- **Exercise details**
Below are some records. Repeat exactly the lines from the one containing "const out: string[] = [];" through the final line.

(Collected data entries)
- - - - -
// Hostile values for the reliability tests, and the database snapshot they compare before and after.
//
// JSON bodies are built as trees and written out by hand (not with JSON.stringify of a JS object) so that a body can
// carry what a JS object cannot: number literals such as 1e999 or 9223372036854775808 exactly as typed, duplicate
// keys and `__proto__` as a plain key.
import fc from 'fast-check';
import { withClient } from '../support/database';

// ------------------------------------------------------------------------------------------------ strings

/** Text that has broken servers before: NUL, bidi overrides, emoji sequences, lone surrogates, line separators. */
export const nastyPieces = [
	'\u0000',
	'a\u0000b',
	'\u202e',
	'\u202dlrm\u200f',
	'\u0645\u0631\u062d\u0628\u0627 \u05e9\u05dc\u05d5\u05dd',
	'🛞',
	'👩🏽‍🔧',
	'🏳️‍🌈',
	'\ud800',
	'\udfff',
	'x\ud83d',
	'\ufeff',
	'\u2028\u2029',
	'\r\n',
	'\u001b[31m',
	'\u007f\u0085',
	"'; DROP TABLE jobs; --",
	'%00',
	'../../etc/passwd',
	'<script>alert(1)</script>',
	'${process.exit()}',
	'__proto__',
	'constructor',
	' ',
	''
] as const;

/** One character repeated past 10 KB (in UTF-16 units), ASCII or not. */
const tenKilobytes = fc
	.tuple(
		fc.constantFrom('a', 'é', '🛞', '\u202e', '\u0000', '\u0645', 'x\u0000'),
		fc.integer({ min: 10_240, max: 10_600 })
	)
	.map(([c, n]) => c.repeat(Math.ceil(n / c.length)));

export const hostileString: fc.Arbitrary<string> = fc.oneof(
	{ weight: 3, arbitrary: fc.constantFrom(...nastyPieces) },
	{ weight: 3, arbitrary: fc.string({ unit: 'binary', maxLength: 30 }) },
	{
		weight: 3,
		arbitrary: fc
			.array(fc.oneof(fc.constantFrom(...nastyPieces), fc.string({ maxLength: 8 })), { maxLength: 8 })
			.map((parts) => parts.join(''))
	},
	{ weight: 1, arbitrary: tenKilobytes }
);

/** A string that holds a NUL somewhere: PostgreSQL cannot store one in text, so the app must refuse it (400). */
export const withNul = fc
	.tuple(fc.oneof(fc.constantFrom(...nastyPieces), fc.string({ maxLength: 20 }), tenKilobytes), fc.nat())
	.map(([s, at]) => {
		const i = s.length === 0 ? 0 : at % (s.length + 1);
		return `${s.slice(0, i)}\u0000${s.slice(i)}`;
	});

// ------------------------------------------------------------------------------------------------ numbers

/** Number literals as written in a body: huge, tiny, negative zero, past 2^31, 2^53 and 2^63, non-finite. */
export const wildNumberLiterals = [
	'1e308',
	'-1e308',
	'1.7976931348623157e308',
	'1e999',
	'-1e999',
	'5e-324',
	'1e-400',
	'-0',
	'0.1e1',
	'2147483648',
	'-2147483649',
	'4294967296',
	'9007199254740993',
	'9223372036854775807',
	'9223372036854775808',
	'18446744073709551616',
	'123456789012345678901234567890.123456789'
] as const;

/**
 * Values an integer id, version or count column (int4) cannot hold, or that are no whole positive number: the app
 * must refuse each with 400 before the database sees it.
 */
export const badIntegerLiterals = [
	'0',
	'-0',
	'-1',
	'1.5',
	'2147483648',
	'4294967296',
	'99999999999',
	'9007199254740993',
	'9223372036854775808',
	'1e308',
	'1e999',
	'-1e999'
] as const;

/** The same as form field text, plus words a form might see instead of a number. */
export const badIntegerTexts = [
	...badIntegerLiterals,
	'NaN',
	'Infinity',
	'-Infinity',
	'0x80000000',
	'1e3.5',
	'½',
	'١٢'
];

// ------------------------------------------------------------------------------------------------ JSON trees

export type Json =
	| string
	| boolean
	| null
	| { k: 'num'; text: string }
	| { k: 'arr'; items: Json[] }
	| { k: 'obj'; pairs: [string, Json][] };

export const num = (text: string): Json => ({ k: 'num', text });
export const obj = (pairs: [string, Json][]): Json => ({ k: 'obj', pairs });
export const arr = (items: Json[]): Json => ({ k: 'arr', items });

/** JSON text; strings go through JSON.stringify, which writes lone surrogates as \\udXXX escapes. */
export function jsonText(value: Json): string {
	if (value === null || typeof value === 'boolean') return String(value);
	if (typeof value === 'string') return JSON.stringify(value);
	if (value.k === 'num') return value.text;
	if (value.k === 'arr') return `[${value.items.map(jsonText).join(',')}]`;
	return `{${value.pairs.map(([key, v]) => `${JSON.stringify(key)}:${jsonText(v)}`).join(',')}}`;
}

/** Keys a prototype-pollution or lookup bug would trip over, and plain nonsense. */
export const hostileKey = fc.oneof(
	fc.constantFrom('__proto__', 'constructor', 'prototype', 'toString', 'hasOwnProperty', '__defineGetter__', ''),
	hostileString.filter((s) => s.length < 200)
);

const jsonNumber: fc.Arbitrary<Json> = fc.oneof(
	fc.constantFrom(...wildNumberLiterals).map(num),
	fc.integer().map((n) => num(String(n))),
	fc.double({ noNaN: true, noDefaultInfinity: true }).map((n) => num(Object.is(n, -0) ? '-0' : String(n))),
	fc.bigInt({ min: -(2n ** 70n), max: 2n ** 70n }).map((n) => num(String(n)))
);

/**
 * Wraps a value in `depth` arrays or single-key objects: ~200 levels as the requirement asks, sometimes far more.
 * Written out at once (a raw node), so neither jsonText nor fast-check's printing recurses thousands of levels.
 */
export function nest(inner: Json, depth: number, asObjects: boolean): Json {
	const [open, close] = asObjects ? ['{"a":', '}'] : ['[', ']'];
	return num(open.repeat(depth) + jsonText(inner) + close.repeat(depth));
}

const { tree } = fc.letrec<{ tree: Json }>((tie) => ({
	tree: fc.oneof(
		{ depthSize: 'small', withCrossShrink: true },
		fc.constant(null),
		fc.boolean(),
		jsonNumber,
		hostileString,
		fc.array(tie('tree'), { maxLength: 5 }).map(arr),
		fc.array(fc.tuple(hostileKey, tie('tree')), { maxLength: 5 }).map(obj)
	)
}));

/** Any JSON value, sometimes nested about 200 (or 3,000) levels deep. */
export const hostileJson: fc.Arbitrary<Json> = fc.oneof(
	{ weight: 8, arbitrary: tree },
	{
		weight: 1,
		arbitrary: fc
			.tuple(tree, fc.constantFrom(190, 200, 256, 3_000), fc.boolean())
			.map(([inner, depth, asObjects]) => nest(inner, depth, asObjects))
	}
);

/** Bodies that are not JSON at all, or JSON that JavaScript reads differently from what was written. */
export const notJson: fc.Arbitrary<string> = fc
	.oneof(
		fc.constantFrom(
			'',
			'NaN',
			'-Infinity',
			'Infinity',
			'undefined',
			'{"a":1e999}',
			'{"cursor":NaN}',
			"{'a':1}",
			'{"a":1,}',
			'[1,2',
			'{"notes":"unterminated',
			'\u0000',
			'\ufeff{"a":',
			'{"a":01}',
			'{"a":.5}',
			'{"a":+1}',
			'{"a":0x10}',
			'{"a":"\\ud800"}',
			'{"a":"\\u0000"}',
			'{"a":"\\x00"}',
			'{"__proto__":{"isAdmin":true}}',
			'['.repeat(100_000),
			'{"a":'.repeat(10_000)
		),
		hostileString,
		fc.tuple(tree, fc.nat()).map(([t, cut]) => {
			// A body cut short, as a dropped connection or a proxy might leave it.
			const text = jsonText(t);
			return text.length > 1 ? text.slice(0, cut % text.length) + (text.length % 2 ? '' : '"') : '{';
		})
	)
	// Never an object after all (a random string can be `{}`, which an empty-body route takes); a BOM is skipped
	// by the server's reader, so it is skipped here too.
	.filter((text) => {
		try {
			const value: unknown = JSON.parse(text.replace(/^\ufeff/, ''));
			return typeof value !== 'object' || value === null || Array.isArray(value);
		} catch {
			return true;
		}
	});

// ------------------------------------------------------------------------------------------------ database state

export interface Snapshot {
	counts: Record<string, number>;
	lastEvent: number;
}

export async function snapshot(databaseUrl: string): Promise<Snapshot> {
	return withClient(async (c) => {
		const tables = await c.query<{ table_name: string }>(
			`SELECT table_name FROM information_schema.tables
			 WHERE table_schema = 'public' AND table_type = 'BASE TABLE' ORDER BY table_name`
		);
		const counts: Record<string, number> = {};
		for (const { table_name } of tables.rows) {
			const r = await c.query(`SELECT count(*)::int AS n FROM "${table_name}"`);
			counts[table_name] = r.rows[0].n;
		}
		const last = await c.query(`SELECT coalesce(max(id), 0)::bigint AS id FROM events`);
		return { counts, lastEvent: Number(last.rows[0].id) };
	}, databaseUrl);
}

/**
 * Tables that count attempts on purpose and so may grow under hostile input: `signin_failures` holds one row per
 * e-mail typed at sign-in (and per person a bay PIN was tried for) to slow guessing down. The Knex bookkeeping
 * tables never change after migrating.
 */
export const attemptLogs = new Set(['signin_failures']);

/** What changed between two snapshots, leaving out the attempt logs: empty when nothing was stored. */
export function changes(before: Snapshot, after: Snapshot): string[] {
	const out: string[] = [];
	for (const table of new Set([...Object.keys(before.counts), ...Object.keys(after.counts)])) {
		if (attemptLogs.has(table)) continue;
		if (before.counts[table] !== after.counts[table])
			out.push(`${table}: ${before.counts[table]} → ${after.counts[table]} rows`);
	}
	if (before.lastEvent !== after.lastEvent) out.push(`events: max(id) ${before.lastEvent} → ${after.lastEvent}`);
	return out;
}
- - - - -
- **Solution for this problem**
	const out: string[] = [];
	for (const table of new Set([...Object.keys(before.counts), ...Object.keys(after.counts)])) {
		if (attemptLogs.has(table)) continue;
		if (before.counts[table] !== after.counts[table])
			out.push(`${table}: ${before.counts[table]} → ${after.counts[table]} rows`);
	}
	if (before.lastEvent !== after.lastEvent) out.push(`events: max(id) ${before.lastEvent} → ${after.lastEvent}`);
	return out;
}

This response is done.